» Goal of the exercise: Every line holding the string "SheetFrame" is to be copied from the entries below.

» Record excerpts:
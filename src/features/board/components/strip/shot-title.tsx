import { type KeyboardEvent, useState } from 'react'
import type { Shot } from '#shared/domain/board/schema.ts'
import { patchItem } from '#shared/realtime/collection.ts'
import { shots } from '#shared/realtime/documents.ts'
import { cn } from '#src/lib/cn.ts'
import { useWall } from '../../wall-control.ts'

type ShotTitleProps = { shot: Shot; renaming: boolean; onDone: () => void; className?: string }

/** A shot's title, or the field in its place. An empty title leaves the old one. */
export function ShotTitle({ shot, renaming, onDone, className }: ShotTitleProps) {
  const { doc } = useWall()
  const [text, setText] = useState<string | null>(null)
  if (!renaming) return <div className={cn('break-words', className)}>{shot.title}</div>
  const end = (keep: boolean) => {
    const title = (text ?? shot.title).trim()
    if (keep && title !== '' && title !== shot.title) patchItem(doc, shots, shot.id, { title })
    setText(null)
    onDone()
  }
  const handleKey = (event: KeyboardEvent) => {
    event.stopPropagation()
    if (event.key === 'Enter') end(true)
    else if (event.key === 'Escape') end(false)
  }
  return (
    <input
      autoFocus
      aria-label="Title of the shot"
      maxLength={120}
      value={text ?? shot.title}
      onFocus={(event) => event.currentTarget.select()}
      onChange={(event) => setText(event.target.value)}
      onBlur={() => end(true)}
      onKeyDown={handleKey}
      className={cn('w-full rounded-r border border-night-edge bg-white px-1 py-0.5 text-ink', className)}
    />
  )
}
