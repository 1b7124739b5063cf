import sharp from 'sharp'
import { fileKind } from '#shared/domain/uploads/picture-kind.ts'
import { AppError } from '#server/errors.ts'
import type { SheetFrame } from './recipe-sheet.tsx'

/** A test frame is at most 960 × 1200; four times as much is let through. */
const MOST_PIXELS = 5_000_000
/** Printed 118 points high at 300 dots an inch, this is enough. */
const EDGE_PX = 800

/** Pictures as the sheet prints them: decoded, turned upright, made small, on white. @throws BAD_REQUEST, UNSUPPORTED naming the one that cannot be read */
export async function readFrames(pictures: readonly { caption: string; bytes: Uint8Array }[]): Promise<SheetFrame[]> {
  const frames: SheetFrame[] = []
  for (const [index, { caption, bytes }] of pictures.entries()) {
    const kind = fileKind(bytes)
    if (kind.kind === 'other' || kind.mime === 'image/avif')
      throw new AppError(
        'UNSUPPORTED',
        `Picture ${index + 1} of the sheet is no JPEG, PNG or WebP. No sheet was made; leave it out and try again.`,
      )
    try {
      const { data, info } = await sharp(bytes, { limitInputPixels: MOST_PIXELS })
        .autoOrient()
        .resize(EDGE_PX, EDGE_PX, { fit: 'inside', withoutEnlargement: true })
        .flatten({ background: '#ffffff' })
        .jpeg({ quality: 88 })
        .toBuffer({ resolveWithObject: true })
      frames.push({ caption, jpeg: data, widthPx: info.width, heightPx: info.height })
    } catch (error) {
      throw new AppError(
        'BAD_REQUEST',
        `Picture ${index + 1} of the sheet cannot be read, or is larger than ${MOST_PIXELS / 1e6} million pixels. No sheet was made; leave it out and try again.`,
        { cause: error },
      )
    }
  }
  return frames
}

» Answer box:
import type { SheetFrame } from './recipe-sheet.tsx'
export async function readFrames(pictures: readonly { caption: string; bytes: Uint8Array }[]): Promise<SheetFrame[]> {
  const frames: SheetFrame[] = []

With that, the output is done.